= Casting defect =

Irregularity in a metal casting process

A casting defect is an undesired irregularity in a metal casting process. Some defects can be tolerated while others can be repaired, otherwise they must be eliminated. They are broken down into five main categories: gas porosity, shrinkage defects, mould material defects, pouring metal defects, and metallurgical defects.

==Terminology==
The terms "defect" and "discontinuity" refer to two specific and separate things in castings. Defects are defined as conditions in a casting that must be corrected or removed, or the casting must be rejected. Discontinuities, also known as "imperfections", are defined as "interruptions in the physical continuity of the casting". Therefore, if the casting is less than perfect, but still useful and in tolerance, the imperfections should be deemed "discontinuities".

==Types==
There are many types of defects which result from many different causes. Some of the solutions to certain defects can be the cause for another type of defect.
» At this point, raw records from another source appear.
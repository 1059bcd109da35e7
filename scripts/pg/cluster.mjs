// One cluster: its folder, its making, starting and stopping.
import { createHash } from 'node:crypto';
import { chownSync, existsSync, mkdirSync, readFileSync, renameSync, rmSync, writeFileSync } from 'node:fs';
import path from 'node:path';
import { anyFree, isFree } from '../ports.mjs';
import { say, Trouble } from '../say.mjs';
import { isRoot, runProgram, serverUser } from './programs.mjs';

const USUAL_PORT = 54_329;

/** Where the cluster lies: in the data folder, or under /var/lib where user `postgres` cannot walk in (a home of mode 0700). */
export function clusterFolder(dataDir) {
  if (!isRoot || runProgram('/usr/bin/env', ['test', '-x', dataDir]).ok) return path.join(dataDir, 'pg');
  const id = createHash('sha256').update(dataDir).digest('hex').slice(0, 10);
  return `/var/lib/middenward-pg-${id}`;
}

export const isMade = (folder) => existsSync(path.join(folder, 'PG_VERSION'));

export function isRunning(programs, folder) {
  return isMade(folder) && runProgram(path.join(programs, 'pg_ctl'), ['status', '-D', folder]).ok;
}

/** The port of a running cluster, from the file that the server itself writes. */
export function runningPort(folder) {
  try {
    return Number(readFileSync(path.join(folder, 'postmaster.pid'), 'utf8').split('\n')[3]);
  } catch {
    return null;
  }
}

/** Makes a cluster aside and renames it into place: a broken or doubled initdb leaves no half of one. */
export function makeCluster(programs, folder, password, fast) {
  const aside = `${folder}.making-${process.pid}`;
  const passwordFile = `${aside}.pw`;
  try {
    mkdirSync(path.dirname(aside), { recursive: true });
    mkdirSync(aside, { mode: 0o700 });
    writeFileSync(passwordFile, `${password}\n`, { mode: 0o600 });
    if (isRoot) {
      const { uid, gid } = serverUser();
      for (const one of [aside, passwordFile]) chownSync(one, uid, gid);
    }
    const args = [
      '-D',
      aside,
      '-U',
      'postgres',
      '-A',
      'scram-sha-256',
      `--pwfile=${passwordFile}`,
      '-E',
      'UTF8',
    ];
    const made = runProgram(path.join(programs, 'initdb'), [
      ...args,
      '--no-locale',
      ...(fast ? ['--no-sync'] : []),
    ]);
    if (!made.ok)
      throw new Trouble(`PostgreSQL could not make its files in ${folder}: ${lastLine(made.text)}`);
    if (!isMade(folder)) renameSync(aside, folder);
  } catch (error) {
    if (!isMade(folder)) throw error; // somebody else made it meanwhile, which is as good
  } finally {
    rmSync(passwordFile, { force: true });
    rmSync(aside, { recursive: true, force: true });
  }
}

/** Starts the server on loopback, on a port that is free; `fast` gives up durability and is for tests only. */
export async function startCluster(programs, folder, { fast = false, port = USUAL_PORT } = {}) {
  const free = (await isFree(port, ['127.0.0.1'])) ? port : await anyFree();
  if (free !== port) say(`port ${port} is taken, so PostgreSQL takes ${free}`);
  const settings = {
    port: free,
    listen_addresses: '127.0.0.1',
    unix_socket_directories: "''",
    max_connections: 200,
    shared_buffers: '128MB',
    max_wal_size: '1GB',
    timezone: 'UTC',
    ...(fast ? { fsync: 'off', synchronous_commit: 'off', full_page_writes: 'off' } : {}),
  };
  const options = Object.entries(settings).map(([name, value]) => `-c ${name}=${value}`);
  const log = path.join(folder, 'server.log');
  const args = ['start', '-w', '-t', '30', '-D', folder, '-l', log, '-o', options.join(' ')];
  const started = runProgram(path.join(programs, 'pg_ctl'), args);
  if (started.ok || isRunning(programs, folder)) return;
  const why = existsSync(log) ? lastLine(readFileSync(log, 'utf8')) : lastLine(started.text);
  throw new Trouble(
    `PostgreSQL did not start from ${folder}: ${why} Its log is ${log}; DATABASE_URL names another server to use instead.`,
  );
}

export function stopCluster(programs, folder) {
  const stopped = runProgram(path.join(programs, 'pg_ctl'), [
    'stop',
    '-w',
    '-m',
    'fast',
    '-t',
    '30',
    '-D',
    folder,
  ]);
  if (!stopped.ok) throw new Trouble(`PostgreSQL in ${folder} did not stop: ${lastLine(stopped.text)}`);
}

function lastLine(text) {
  const lines = text.trim().split('\n');
  return lines.findLast((line) => /FATAL|error/i.test(line)) ?? lines.at(-1) ?? '';
}
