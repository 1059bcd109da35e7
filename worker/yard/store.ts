/** The world on disk, between one start of the yard and the next. */
import { mkdirSync, readFileSync, renameSync, writeFileSync } from 'node:fs';
import { dirname } from 'node:path';
import { z } from 'zod';
import { yardHouses } from './catalogue';
import { flowNames } from './house-world';
import type { World } from './world';

const finite = z.number();
const worldFile = z.strictObject({
  version: z.literal(1),
  seed: z.number().int(),
  ms: finite,
  houses: z.record(
    z.string(),
    z.strictObject({
      airC: finite,
      massC: finite,
      heap: z.strictObject({
        coreC: finite,
        baseC: finite,
        digestibleJ: finite,
        shellJ: finite,
        massKg: finite,
        moisture: finite,
      }),
      ringC: finite,
      heapReturnC: finite,
      soilReturnC: finite,
      flowsJ: z.record(z.enum(flowNames), finite),
    }),
  ),
  relays: z.record(z.string(), z.record(z.string(), z.enum(['on', 'off']))),
});

/** The world of a file, or why there is none to go on from. Another seed is another winter: it begins anew. */
export function readWorld(file: string, seed: number): { world: World } | { why: string } {
  let text: string;
  try {
    text = readFileSync(file, 'utf8');
  } catch {
    return { why: 'there is no saved world yet' };
  }
  try {
    const parsed = worldFile.safeParse(JSON.parse(text));
    if (!parsed.success) return { why: 'the saved world is of another form' };
    if (parsed.data.seed !== seed) return { why: 'the saved world is of another seed' };
    const missing = yardHouses.find(({ key }) => parsed.data.houses[key] === undefined);
    return missing === undefined ? { world: parsed.data } : { why: `the saved world has no ${missing.key}` };
  } catch {
    return { why: 'the saved world is not whole' };
  }
}

/** Written beside and moved into place, so that a kill in the middle leaves the former one. */
export function saveWorld(file: string, world: World): void {
  mkdirSync(dirname(file), { recursive: true });
  const beside = `${file}.new`;
  writeFileSync(beside, JSON.stringify(world));
  renameSync(beside, file);
}
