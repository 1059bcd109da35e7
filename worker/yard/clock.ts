/**
 * The yard's only way to time and chance: its tests hand in another. A node measures spans by the
 * monotonic clock, since a wall clock may be set back and a lease must not grow by it.
 */
import { randomUUID } from 'node:crypto';

export interface Clock {
  /** epoch milliseconds, real time */
  wallMs(): number;
  /** milliseconds that only grow, real time */
  monotonicMs(): number;
  /** runs `then` once after `ms` of real time; the answer calls it off */
  after(ms: number, then: () => void): () => void;
  /** from 0 up to 1 */
  random(): number;
  /** a new id */
  id(): string;
}

export const systemClock: Clock = {
  wallMs: () => Date.now(),
  monotonicMs: () => performance.now(),
  after: (ms, then) => {
    const timer = setTimeout(then, ms);
    return () => clearTimeout(timer);
  },
  random: () => Math.random(),
  id: () => randomUUID(),
};

/** A moment as people and other programs read it. */
export function iso(ms: number): string {
  return new Date(ms).toISOString();
}

/**
 * App time as a node without a clock of its own keeps it: set from `welcome.now`, carried on by the
 * monotonic clock times the rate. At rate 1 the machine's own clock serves until the first welcome.
 */
export class AppTime {
  private anchor: { appMs: number; monotonicMs: number } | undefined;

  constructor(
    private readonly clock: Clock,
    private readonly rate: number,
  ) {
    if (rate === 1) this.anchor = { appMs: clock.wallMs(), monotonicMs: clock.monotonicMs() };
  }

  /** Epoch ms of app time; null before it is known. */
  nowMs(): number | null {
    return this.atMs(this.clock.monotonicMs());
  }

  /** Epoch ms of app time at a monotonic moment; null before it is known. */
  atMs(monotonicMs: number): number | null {
    if (this.anchor === undefined) return null;
    return this.anchor.appMs + (monotonicMs - this.anchor.monotonicMs) * this.rate;
  }

  /** Takes the server's time where ours is unknown or has drifted from it by more than half a second. */
  set(appMs: number): void {
    const now = this.nowMs();
    if (now !== null && Math.abs(now - appMs) <= 500 * this.rate) return;
    this.anchor = { appMs, monotonicMs: this.clock.monotonicMs() };
  }

  /** Real milliseconds in which `seconds` of app time pass. */
  realMs(seconds: number): number {
    return (seconds * 1000) / this.rate;
  }
}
The following defects can occur in sand castings. Most of these also occur in other casting processes.

== Shrinkage defects ==
Shrinkage defects
can occur when standard feed metal is not available to compensate for shrinkage as the thick metal solidifies. Shrinkage defects will have jagged or linear appearance. Shrinkage defects usually occur in either the cope or drag portion of the casting. Shrinkage defects can be split into two different types: open shrinkage defects and closed shrinkage defects. Open shrinkage defects are open to the atmosphere, therefore as the shrinkage cavity forms, air compensates. There are two types of open air defects: pipes and caved surfaces. Pipes form at the surface of the casting and burrow into the casting, while caved surfaces are shallow cavities that form across the surface of the casting.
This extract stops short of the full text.